Alexander is also the technical editor of Radio World Engineering Extra magazine, an industry trade publication, and recently published an article touting the value of drones as tools for broadcast engineers. While a small quadcopter is not going to replace an anti-collision light bulb or hang a new antenna, it can save several of the tower climbs associated with those tasks. Alexander said the images captured by a drone can be used to plan and design installations, in addition to spotting structural faults. The drone’s camera can also give an engineer on the ground a view of equipment indicator lights, and reveal anomalies such as missing or broken lightning rods that are not visible from the ground.

Across the industry, climbers are sometimes called on to scale towers with very little information about the structure’s condition or history, and a quick drone survey can spot a potential safety issue before a climber is at risk, Alexander noted.

Alexander said the low cost of drone inspections also means they can be done at higher frequency, enabling further savings through preventative and proactive maintenance. He has personally found three broken or damaged lightning rods in just a few flights so far. He said he has assigned three of his staff engineers to train and obtain their own remote pilot certificates, and expects that smaller operations including mom-and-pop radio stations may benefit from hiring remote pilots from outside their company to fly the towers. “I think there’s a little room for both (approaches).”

He said Part 107 pilots interested in providing this service might want to start by contacting tower maintenance contractors in their area, or the local chapter of the Society of Broadcast Engineers, whose members are also the end users of tower inspection images and video.

Alexander may at some point opt for a bigger drone. He said that a drone flying near the top of a 400-foot tower can be hard to spot, and it remains to be seen what solutions might work for the taller structures.

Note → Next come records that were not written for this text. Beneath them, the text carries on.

pub(super) fn build_row(
    group: &TemperatureGroup<'_>,
    zero: &ZeroFieldCells,
    field: Option<&FieldCells>,
    settings: &ReduceSettings,
    warnings: &mut Vec<String>,
) -> RowRecord {
    let thresholds = &settings.thresholds;
    let sample = group.sample;
    let layout = layout(sample.geometry);
    let mut raised = RaisedFlags::default();
    // Cells whose fits enter the row: (cell, is a resistance configuration).
    let mut used_cells = UsedCells::new();

    let (from_field, slot_resistance) = resistance_estimates(layout, zero, field, &mut used_cells);
    if from_field {
        raised.raise(flags::RESISTANCE_FROM_FIELD_READINGS);
        warnings.push(format!(
            "sample {:?} at {:.3} K: no zero-field resistance readings; the resistances at |B| = {} T are the field-even part of the readings at +B and -B and include magnetoresistance",
            sample.name,
            group.temperature_k,
            field.map_or(0.0, |cells| cells.field_t)
        ));
    }

    let mut gaps = ConfigurationGaps::default();
    for slot in resistance_slots(layout) {
        if slot_resistance[slot].is_none() {
            raised.raise(flags::MISSING_CONFIGURATIONS);
            gaps.missing |= 1 << slot;
        }
    }

    let resistance = sheet_resistance(&slot_resistance, group, Detail::Full, &mut raised, warnings);

    let hall = match field {
        Some(field) => hall_resistance(field, layout, Detail::Full, &mut used_cells, &mut raised),
        None => {
            raised.raise(flags::NO_FIELD_DATA);
            HallPart::default()
        }
    };

    // Offsets, current reversal and polarity coverage over every fit the row rests on.
    let mut thermoelectric_offset_ratio: Option<f64> = None;
    let mut current_reversal_mismatch: Option<f64> = None;
    for (cell, is_resistance) in used_cells.iter() {
        if !cell.has_both_polarities() {
            raised.raise(flags::NO_CURRENT_REVERSAL);
        }
        if let Some(ratio) = cell.offset_ratio() {
            thermoelectric_offset_ratio = Some(thermoelectric_offset_ratio.map_or(ratio, |max| max.max(ratio)));
        }
        if is_resistance {
            if let Some(mismatch) = cell.current_reversal_mismatch() {
                current_reversal_mismatch = Some(current_reversal_mismatch.map_or(mismatch, |max| max.max(mismatch)));
            }
        }
    }

    if exceeds(resistance.reciprocity_mismatch, thresholds.reciprocity_tolerance) {
        raised.raise(flags::RECIPROCITY);
    }
    if exceeds(resistance.resistance_ratio, thresholds.max_resistance_ratio) {
        raised.raise(flags::RESISTANCE_RATIO);
    }
    if exceeds(hall.hall_spread, thresholds.hall_spread_tolerance) {
        raised.raise(flags::HALL_INCONSISTENT);
    }
    if exceeds(thermoelectric_offset_ratio, thresholds.thermoelectric_offset_ratio)
        || exceeds(hall.misalignment_ratio, thresholds.misalignment_ratio)
    {
        raised.raise(flags::LARGE_OFFSET);
    }
    if exceeds(current_reversal_mismatch, thresholds.current_reversal_tolerance) {
        raised.raise(flags::CURRENT_REVERSAL);
    }

    // Derived quantities. The thickness is a calibration, common to the whole series: it
    // enters the systematic part only (see `Quantity`), never the statistical one.
    let thickness = sample.thickness_m;
    let sheet = resistance.sheet_resistance;
    let resistivity = match (sheet, thickness) {
        (Some(sheet), Some(thickness)) => Some(sheet.scaled(thickness)),
        _ => None,
    };

    let field_t = field.map(|cells| cells.field_t);
    let sheet_hall_coefficient = sheet_hall_coefficient(hall.hall_resistance, field);
    // A Hall resistance of exactly zero has no carrier type and no finite density.
    let usable_hall = sheet_hall_coefficient.filter(|coefficient| coefficient.value != 0.0);
    let carrier_type = usable_hall.map(|coefficient| if coefficient.value > 0.0 { "p" } else { "n" });
    let hall_coefficient = match (sheet_hall_coefficient, thickness) {
        (Some(coefficient), Some(thickness)) => Some(coefficient.scaled(thickness)),
        _ => None,
    };
    // n_s = r_H / (e |R_Hs|): the relative uncertainty of R_Hs carries over.
    let sheet_density = usable_hall.map(|coefficient| {
        let value = sample.hall_factor / (ELEMENTARY_CHARGE_C * coefficient.value.abs());
        let relative = value / coefficient.value.abs();
        Estimate {
            value,
            standard_error: coefficient.standard_error.map(|u| relative * u),
            noise_coefficient: relative * coefficient.noise_coefficient,
        }
    });
    let density = match (sheet_density, thickness) {
        (Some(sheet_density), Some(thickness)) => Some(sheet_density.scaled(1.0 / thickness)),
        _ => None,
    };
    // mu_H = |R_Hs| / R_s: the Hall and resistance readings are different readings, so
    // their relative uncertainties add in quadrature.
    let hall_mobility = match (usable_hall, sheet.filter(|sheet| sheet.value > 0.0)) {
        (Some(coefficient), Some(sheet)) => {
            let value = coefficient.value.abs() / sheet.value;
            let relative = relative_quadrature(&[
                (coefficient.value, coefficient.standard_error),
                (sheet.value, sheet.standard_error),
            ]);
            let noise_relative = quadrature_sum(
                coefficient.noise_coefficient / coefficient.value,
                sheet.noise_coefficient / sheet.value,
            );
            Some(Estimate {
                value,
                standard_error: relative.map(|r| r * value),
                noise_coefficient: noise_relative * value,
            })
        }
        _ => None,
    };
    let drift_mobility = hall_mobility.map(|mobility| mobility.scaled(1.0 / sample.hall_factor));

    let mut evidence = resistance.evidence;
    evidence.add(hall.evidence);
    for (cell, _) in used_cells.iter() {
        evidence.add(cell.noise);
    }
    let estimates = [
        sheet,
        resistivity,
        hall.hall_resistance,
        sheet_hall_coefficient,
        hall_coefficient,
        sheet_density,
        density,
        hall_mobility,
        drift_mobility,
    ];

    // A drifting group left as measured: its resistance readings (at zero field, or the
    // field readings they came from) and its Hall readings refer to their own temperatures.
    let drift_relative = group.uncorrected_drift.map_or(DriftTerms::default(), |drift| {
        raised.raise(flags::DRIFT_UNCORRECTED);
        let field_temperatures = field.map_or(ReadingTemperatures::default(), |cells| cells.mean_temperatures);
        let temperatures = ReadingTemperatures {
            resistance_k: if from_field {
                field_temperatures.resistance_k
            } else {
                zero.mean_temperatures.resistance_k
            },
            hall_k: field_temperatures.hall_k,
        };
        drift.relative_uncertainties(group.temperature_k, temperatures)
    });

    gaps.add(hall.gaps);
    let flags = raised.0;
    if let Some(warning) = grouping_warning(group, field, flags, gaps, settings) {
        warnings.push(warning);
    }
    let reading_count = zero.count + field.map_or(0, |cells| cells.count);
    let mut record = RowRecord {
        temperature_k: group.temperature_k,
        temperature_k_unc: quadrature_sum(
            group.temperature_reading_unc_k,
            sample.calibration.temperature_accuracy_k,
        ),
        temperature_spread_k: group.temperature_spread_k,
        optional: [0.0; optional::COUNT],
        estimates: [Estimate::default(); 9],
        present: 0,
        evidence,
        reading_count,
        flags,
        carrier: match carrier_type {
            Some("n") => 1,
            Some(_) => 2,
            None => 0,
        },
        drift_corrected: group.drift_corrected,
        drift_relative,
    };
    record.set_optional(optional::FIELD, field_t);
    record.set_optional(optional::RESISTANCE_A, resistance.resistance_a_ohm);
    record.set_optional(optional::RESISTANCE_B, resistance.resistance_b_ohm);
    record.set_optional(optional::RESISTANCE_RATIO, resistance.resistance_ratio);
    record.set_optional(optional::GEOMETRY_FACTOR, resistance.geometry_factor);
    record.set_optional(optional::RECIPROCITY, resistance.reciprocity_mismatch);
    record.set_optional(optional::CURRENT_REVERSAL, current_reversal_mismatch);
    record.set_optional(optional::HALL_SPREAD, hall.hall_spread);
    record.set_optional(optional::OFFSET_RATIO, thermoelectric_offset_ratio);
    record.set_optional(optional::MISALIGNMENT, hall.misalignment_ratio);
    for (index, estimate) in estimates.into_iter().enumerate() {
        if let Some(estimate) = estimate {
            record.estimates[index] = estimate;
            record.present |= 1 << (ESTIMATE_BIT + index as u32);
        }
    }
    record
}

“Our guys in Alabama, they’re going to have to figure that out,” Alexander said. A larger drone might be the answer, or additional strobe lights, or additional observers. “We’re just going to have to feel our way.”

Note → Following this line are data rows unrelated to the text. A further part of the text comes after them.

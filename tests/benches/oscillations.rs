//! Speed and memory of `mr.oscillations` through the plugin ABI, as the daemon calls it:
//!
//! - six sweeps of 4,000 points each (1.5 K to 10 K, 0.05 T to 14 T at a constant ramp
//!   rate) of an invented two-dimensional electron gas (F = 10 T, m* = 0.067 m0,
//!   T_D = 0.5 K) on a parabolic background, generated with
//!   `mobilis_physics::forward::oscillations` with 5 mOhm of noise;
//! - one sweep of 40,000 points at 1.5 K: a 0 to 14 T ramp logged continuously at 10 Hz;
//! - the peak memory of the call on one such ramp of 10,000, 20,000 and 40,000 points (the
//!   peak resident set is reset before each call), which should grow linearly.
//!
//! Run it with
//!
//! ```text
//! cargo bench -p mobilis-tests --bench oscillations
//! ```
//!
//! It builds the release plugin library first. Each figure is the wall time of one call
//! after one untimed warm-up, median and fastest of several repetitions, beside its goal.
//!
//! The result check: with `OSCILLATIONS_SAVE_OUTPUT=FILE` the outputs of a set of calls (the
//! two timed inputs with the defaults, and the short sweeps with a smoothing background, a
//! Blackman window with two lines and the fan, a rectangular window with other padding, and
//! a known mass) are written to FILE, every table column (floats in their exact shortest
//! form), the summary and the warnings; with `OSCILLATIONS_COMPARE_OUTPUT=FILE` they are
//! compared with a saved set, and the bench prints the largest relative difference and stops
//! if it exceeds 1e-12 or if any text, null or count differs. Save before a change to the
//! analysis, compare after. `OSCILLATIONS_CHECK_ONLY=1` runs the check without the timings.
//! `OSCILLATIONS_CASE=short` (or `long`) times that input alone and skips the memory runs,
//! which suits a profiler.

use mobilis_numerics::noise::Rng;
use mobilis_physics::forward::oscillations::{synthetic_sdh_sweep, OscillationComponent, SdhModel};
use mobilis_physics::forward::tensor::SweepNoise;
use mobilis_rpc::plugin_host::{CallControl, PluginHost};
use mobilis_tests::bench::{
    self, build_release_plugins, compare_json, fail, format_kib, format_seconds, invoked_as_benchmark, load_plugins,
    measure, peak_rss_kib,
};
use polars::prelude::*;
use serde_json::json;
use std::sync::Arc;

const BENCH: &str = "oscillations";
const ANALYSIS: &str = "mr.oscillations";
/// Goals of the speed issue: six sweeps of 4,000 points, and one ramp of 40,000.
const GOAL_SHORT_S: f64 = 0.050;
const GOAL_LONG_S: f64 = 0.5;
const TEMPERATURES_K: [f64; 6] = [1.5, 2.5, 4.0, 6.0, 8.0, 10.0];

fn model() -> SdhModel {
    SdhModel {
        background_ohm_sq: vec![100.0, 0.0, 3.0, -0.1],
        components: vec![OscillationComponent {
            amplitude: 0.2,
            ..OscillationComponent::two_dimensional(10.0, 0.067, 0.5)
        }],
    }
}

/// Sweeps of `points` fields each from 0.05 T to 14 T, one per temperature, in the long
/// layout the daemon stores (a `temperature_K` column tells the sweeps apart).
fn sweeps(temperatures_k: &[f64], points: usize, seed: u64) -> DataFrame {
    let model = model();
    let noise = SweepNoise {
        absolute_ohm: 5e-3,
        relative: 0.0,
    };
    let mut rng = Rng::seeded(seed);
    let fields: Vec<f64> = (0..points)
        .map(|k| 0.05 + (14.0 - 0.05) * k as f64 / (points - 1) as f64)
        .collect();
    let (mut field, mut rho_xx, mut temperature) = (Vec::new(), Vec::new(), Vec::new());
    for &t in temperatures_k {
        let values = synthetic_sdh_sweep(&model, t, &fields, &noise, &mut rng)
            .unwrap_or_else(|error| fail(BENCH, &format!("forward model: {error}")));
        field.extend_from_slice(&fields);
        rho_xx.extend(values);
        temperature.extend(std::iter::repeat_n(t, points));
    }
    let rho_xy: Vec<f64> = field.iter().map(|b| -50.0 * b).collect();
    df!(
        "field_T" => field,
        "rho_xx_ohm_sq" => rho_xx,
        "rho_xy_ohm" => rho_xy,
        "temperature_K" => temperature,
    )
    .expect("columns of equal length")
}

/// Resets the peak resident set of this process to its current size (Linux, since 4.0);
/// false where that is not possible.
fn reset_peak_rss() -> bool {
    std::fs::write("/proc/self/clear_refs", "5").is_ok()
}

fn current_rss_kib() -> Option<u64> {
    let status = std::fs::read_to_string("/proc/self/status").ok()?;
    let line = status.lines().find(|line| line.starts_with("VmRSS:"))?;
    line.split_whitespace().nth(1)?.parse().ok()
}

fn run(host: &PluginHost, control: &Arc<CallControl>, inputs: &[(String, DataFrame)]) {
    let output = host
        .invoke(ANALYSIS, &json!({}), inputs, control)
        .unwrap_or_else(|failure| fail(BENCH, &format!("{ANALYSIS}: {}", failure.message)));
    drop(std::hint::black_box(output));
}

const SAVE_OUTPUT_VARIABLE: &str = "OSCILLATIONS_SAVE_OUTPUT";
const COMPARE_OUTPUT_VARIABLE: &str = "OSCILLATIONS_COMPARE_OUTPUT";
const CHECK_ONLY_VARIABLE: &str = "OSCILLATIONS_CHECK_ONLY";
const CASE_VARIABLE: &str = "OSCILLATIONS_CASE";
/// The largest relative difference of a number allowed between two versions of the analysis
/// (the project's rule for a change that is meant to leave results alone).
const LARGEST_RELATIVE_CHANGE: f64 = 1e-12;

/// The calls whose outputs the result check keeps: (label, which input, parameters).
fn checked_calls() -> Vec<(&'static str, bool, serde_json::Value)> {
    vec![
        ("short, defaults", false, json!({})),
        ("long, defaults", true, json!({})),
        (
            "short, smoothing background",
            false,
            json!({"background": "smoothing", "background_width_per_T": 0.02}),
        ),
        (
            "short, blackman, two lines, fan",
            false,
            json!({"window": "blackman", "frequencies": 2, "landau_fan": true, "temperature_stability_K": 0.01}),
        ),
        (
            "short, rectangular, padding 3, narrow windows",
            false,
            json!({"window": "rectangular", "zero_padding": 3, "mass_method": "narrow_windows", "background_degree": 5}),
        ),
        (
            "long, known mass, padding 16",
            true,
            json!({"mass": "known", "effective_mass_ratio": 0.067, "zero_padding": 16}),
        ),
    ]
}

/// A call's outcome as JSON: every column (cells as strings, floats in Rust's shortest
/// exact form so that they read back bit for bit, or null), the summary and the warnings;
/// or the failure message.
fn outcome_as_json(
    host: &PluginHost,
    control: &Arc<CallControl>,
    inputs: &[(String, DataFrame)],
    params: &serde_json::Value,
) -> serde_json::Value {
    let output = match host.invoke(ANALYSIS, params, inputs, control) {
        Ok(output) => output,
        Err(failure) => return json!({"failure": failure.message}),
    };
    let columns = bench::columns_as_json(&output.table);
    json!({"columns": columns, "summary": output.summary, "warnings": output.warnings})
}

/// Writes and compares the outputs of [`checked_calls`] as the environment asks (see
/// [`SAVE_OUTPUT_VARIABLE`]); a mismatch stops the bench.
fn save_or_compare_output(
    host: &PluginHost,
    control: &Arc<CallControl>,
    short: &[(String, DataFrame)],
    long: &[(String, DataFrame)],
) {
    let saved_path = std::env::var_os(SAVE_OUTPUT_VARIABLE);
    let compare_path = std::env::var_os(COMPARE_OUTPUT_VARIABLE);
    if saved_path.is_none() && compare_path.is_none() {
        return;
    }
    let now: serde_json::Map<String, serde_json::Value> = checked_calls()
        .into_iter()
        .map(|(label, is_long, params)| {
            let inputs = if is_long { long } else { short };
            (label.to_owned(), outcome_as_json(host, control, inputs, &params))
        })
        .collect();
    let now = serde_json::Value::Object(now);
    if let Some(path) = saved_path {
        std::fs::write(&path, now.to_string())
            .unwrap_or_else(|error| fail(BENCH, &format!("cannot write {}: {error}", path.to_string_lossy())));
        println!("outputs of {ANALYSIS} saved to {}", path.to_string_lossy());
    }
    let Some(path) = compare_path else { return };
    let text = std::fs::read_to_string(&path)
        .unwrap_or_else(|error| fail(BENCH, &format!("cannot read {}: {error}", path.to_string_lossy())));
    let saved: serde_json::Value = serde_json::from_str(&text)
        .unwrap_or_else(|error| fail(BENCH, &format!("{}: {error}", path.to_string_lossy())));
    let mut problems = Vec::new();
    for (label, _, _) in checked_calls() {
        let change = compare_json(label, &saved[label], &now[label], &mut problems);
        println!("output compared ({label}): largest relative difference {change:.3e}");
    }
    let largest = compare_json("", &saved, &now, &mut Vec::new());
    for problem in problems.iter().take(20) {
        eprintln!("  {problem}");
    }
    println!(
        "outputs compared with {}: largest relative difference {largest:.3e} (goal <= {LARGEST_RELATIVE_CHANGE:e}), {} texts, nulls or counts differ",
        path.to_string_lossy(),
        problems.len()
    );
    if largest > LARGEST_RELATIVE_CHANGE || !problems.is_empty() {
        fail(BENCH, &format!("the output of {ANALYSIS} changed"));
    }
}

fn verdict(seconds: f64, goal: f64) -> &'static str {
    if seconds <= goal {
        "met"
    } else {
        "NOT met"
    }
}

fn main() {
    if !invoked_as_benchmark(BENCH) {
        return;
    }
    let release = build_release_plugins(BENCH, &["mobilis-plugin-magnetoresistance"]);
    let host = load_plugins(BENCH, &release, &["mobilis_magnetoresistance"]);
    let control = Arc::new(CallControl::default());

    let short = vec![("sweep".to_owned(), sweeps(&TEMPERATURES_K, 4_000, 6))];
    let long = vec![("sweep".to_owned(), sweeps(&TEMPERATURES_K[..1], 40_000, 40))];
    save_or_compare_output(&host, &control, &short, &long);
    if std::env::var_os(CHECK_ONLY_VARIABLE).is_some() {
        return;
    }
    println!(
        "{:<44} {:>10} {:>10} {:>10}  ",
        "mr.oscillations", "median", "fastest", "goal"
    );
    let case = std::env::var(CASE_VARIABLE).ok();
    for (name, label, inputs, repetitions, goal) in [
        ("short", "6 sweeps x 4,000 points", &short, 7, GOAL_SHORT_S),
        ("long", "1 sweep x 40,000 points (10 Hz, 0-14 T)", &long, 3, GOAL_LONG_S),
    ] {
        if case.as_deref().is_some_and(|case| case != name) {
            continue;
        }
        let timing = measure(1, repetitions, || run(&host, &control, inputs));
        println!(
            "{label:<44} {:>10} {:>10} {:>10}  {}",
            format_seconds(timing.median_s),
            format_seconds(timing.min_s),
            format!("<= {}", format_seconds(goal)),
            verdict(timing.median_s, goal)
        );
    }

    if case.is_some() {
        return;
    }
    // Memory against the sweep length: the peak above the resident set before the call.
    println!(
        "{:<44} {:>10} {:>10}",
        "peak memory of one call", "above RSS", "per point"
    );
    for points in [10_000, 20_000, 40_000] {
        let inputs = vec![("sweep".to_owned(), sweeps(&TEMPERATURES_K[..1], points, points as u64))];
        // The allocator keeps what the timed calls freed and would serve this call from it,
        // so the peak would not rise at all: hand it back first.
        mobilis_rpc::store::memory::return_freed_memory();
        let before = current_rss_kib();
        if !reset_peak_rss() {
            println!("{points:>6} points: the peak resident set cannot be reset here");
            continue;
        }
        run(&host, &control, &inputs);
        match (peak_rss_kib(), before) {
            (Some(peak), Some(before)) => {
                let above = peak.saturating_sub(before);
                println!(
                    "{:<44} {:>10} {:>10}",
                    format!("1 sweep x {points} points"),
                    format_kib(Some(above)),
                    format!("{:.0} B", above as f64 * 1024.0 / points as f64)
                );
            }
            _ => println!("{points:>6} points: no /proc/self/status"),
        }
    }
    println!("peak RSS {}", format_kib(peak_rss_kib()));
}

His enthusiasm for the technology remains high notwithstanding any limitations encountered so far, and Alexander said the relative ease of obtaining a remote pilot certificate for a pilot who already holds a Part 61 certificate with a current flight review factored into his decision to return to the cockpit last year after a 25-year hiatus.

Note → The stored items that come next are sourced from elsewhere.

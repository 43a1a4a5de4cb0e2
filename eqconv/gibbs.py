"""Equilibrium of a species list by Gibbs-energy minimisation (element potentials).

The non-stoichiometric formulation: no reactions are chosen. Given the atom matrix of the
species, their standard chemical potentials and a feed, find the amounts that minimise the
Gibbs energy of an ideal-gas mixture (fixed fugacity coefficients allowed) subject to the
element balances. Pure array functions vectorized over a grid; the species-aware wrapper
is :func:`eqconv.gibbs_api.gibbs_equilibrium`.

Method
------
At the minimum every gas obeys μ_i/(R T) = Σ_j a_ij λ_j (λ: element potentials), so
``ln n_i = ln N + Σ_j a_ij λ_j − g_i`` with ``g_i = μ°_i/(R T) + ln(P/p°) + ln φ_i`` and N
the total amount. The state is (λ, ln N): every amount is positive by construction and
stationarity holds at every iterate; what remains are the element balances and Σ n_i = N,
solved per point by damped Newton, vectorized over the grid in chunks:

* start: the optimal dual of the linear programme min Σ g_i n_i (the K → ∞ limit, found
  by enumerating bases), or the solution interpolated (quadratically) between neighbouring
  points solved before where that is closer: every 16th point of each row of the grid (its
  last axis, when that has 64 points or more and the whole grid shares one species set)
  and the row's last point are solved first; otherwise the flattened grid is one row;
* fast path: Newton on ln(Σ_i a_ij n_i) = ln b_j and ln Σ n_i = ln N; the matrix
  [[Aᵀ D A, Aᵀ n], [nᵀ A, 0]] (D = diag n) is solved by a Cholesky factorisation of its
  leading block and the Schur complement; Armijo backtracking on the squared residuals;
  steps keep every amount below the number of atoms (or let it fall, if it is above);
* trace check and careful path: the balances in a *component basis* B of the most
  abundant species, ``Σ_i c_ij n_i = Σ_i c_ij n°_i`` with ``c = A B⁻¹`` exact rationals,
  each side a sum of positive terms (the feed side resolved exactly), so that a balance
  decided by trace species (a reaction driven to completion, K ~ 1e±100) is closed
  relative to its own terms, not swamped by the major species. Points that fail it are
  solved by Gauss-Newton on the logarithms of both sides of these balances and of the
  element balances together (Levenberg-Marquardt where it stalls).

Elements absent from the feed are removed first with the species containing them, then
the species that the element balances force to zero (a feed on an edge of the composition
space); element columns that are combinations of others are dropped (rank reduction).

References
----------
.. [1] W. B. White, S. M. Johnson, G. B. Dantzig, "Chemical equilibrium in complex
   mixtures", J. Chem. Phys. 28, 751 (1958) (citation from memory).
.. [2] W. R. Smith, R. W. Missen, *Chemical Reaction Equilibrium Analysis: Theory and
   Algorithms*, Wiley (1982), ch. 3 and 6 (element potentials, optimal component basis;
   citation from memory).
"""

from __future__ import annotations

from collections.abc import Iterator
from dataclasses import dataclass
from typing import Any

import numpy as np
from numpy.typing import ArrayLike, NDArray

from ._gibbs_newton import (
    Problem,
    build,
    lp_start,
    phase1,
    phase1_state,
    phase3,
    trace_residual,
)
from .errors import InputError
from .reaction_basis import independent_reactions

__all__ = ["GibbsSolution", "minimize_gibbs"]

FloatArray = NDArray[np.float64]
IntArray = NDArray[np.intp]
Warm = tuple[FloatArray, FloatArray, NDArray[np.bool_]]

_PHASE1_ITER = 15  # the fast path hands a point over after this many iterations
_STRIDE = 16  # coarse points first: every 16th of each grid row (see _coarse_plan)
_WARM_MERIT = 10.0  # a start from those is taken where its squared log residuals are below


@dataclass(frozen=True)
class GibbsSolution:
    """Equilibrium state from :func:`minimize_gibbs`, per grid point.

    Attributes
    ----------
    amounts, ln_amounts : ndarray, shape (..., ns)
        Equilibrium amounts [mol] and their logarithms; exactly 0 (−inf) for species that
        cannot be present (an element absent from the feed, or forced to zero by the element
        balances); amounts below ~1e-308 mol underflow to 0 (`ln_amounts` keeps them). NaN
        where the point did not converge.
    mole_fractions : ndarray, shape (..., ns)
        Gas mole fractions [-], summing to 1 (NaN where not converged).
    total : ndarray, shape (...)
        Total gas amount [mol] (NaN where not converged).
    converged : ndarray of bool, shape (...)
        True where every tolerance below is met.
    iterations : ndarray of int, shape (...)
        Newton iterations used.
    balance_residual : ndarray, shape (...)
        max_j |Σ_i a_ij n_i − b_j| / b_j over the elements in the feed [-].
    trace_balance_residual : ndarray, shape (...)
        Largest balance residual in the component basis of the most abundant species,
        relative to the larger side of that balance (an upper bound) [-]: the check that
        trace species are balanced too.
    stationarity_residual : ndarray, shape (...)
        max |ln Q − ln K| = max |Σ_i ν_i μ_i/(R T)| over an independent reaction set of the
        species present [-].
    present : ndarray of bool, shape (..., ns)
        Species allowed to be non-zero at that point.
    reactions : ndarray of int, shape (ns − rank(A), ns)
        An independent reaction set of the full species list (for reference).
    tol, balance_tol : float
        Tolerances the points had to meet.
    """

    amounts: FloatArray
    ln_amounts: FloatArray
    mole_fractions: FloatArray
    total: FloatArray
    converged: NDArray[np.bool_]
    iterations: NDArray[np.int64]
    balance_residual: FloatArray
    trace_balance_residual: FloatArray
    stationarity_residual: FloatArray
    present: NDArray[np.bool_]
    reactions: NDArray[np.int64]
    tol: float
    balance_tol: float

    @property
    def all_converged(self) -> bool:
        """True if every point converged."""
        return bool(np.all(self.converged))

    def failure_summary(self, limit: int = 5) -> str:
        """Plain-text list of the points that did not converge (empty if none)."""
        conv = np.atleast_1d(self.converged)
        bad = np.argwhere(~conv)
        if not len(bad):
            return ""
        lines = [
            f"{len(bad)} of {conv.size} points did not converge (tolerances: "
            f"|ln Q − ln K| ≤ {self.tol:g}, element balances ≤ {self.balance_tol:g} "
            "relative):"
        ]
        for idx in bad[:limit]:
            i = tuple(int(v) for v in idx) if np.ndim(self.converged) else ()
            lines.append(
                f"  point {i}: |ln Q − ln K| = {float(self.stationarity_residual[i]):.3g}, "
                f"element balance {float(self.balance_residual[i]):.3g}, trace balance "
                f"{float(self.trace_balance_residual[i]):.3g}, {int(self.iterations[i])} "
                "iterations"
            )
        return "\n".join(lines)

“Part of the reason that I got back into that, I wanted to get current was so that I could get my (remote pilot certificate) without having to test for it,” Alexander said. “It worked out great.”

Alexander said that bringing manned aviation experience to the unmanned world has other advantages, both for the individual and the industry, including the training in risk mitigation and anticipation that comes with learning to fly aircraft from the inside, particularly as new missions are explored, such as the challenging environment of a broadcast tower complex.

“I think it’s good for aviation people to be doing some of this stuff,” Alexander said.

“Although, I’m the only guy in the company right now with a sUAS certificate,” he added, with a chuckle: “Darn the bad luck, I’m the guy who has to fly the drones around.”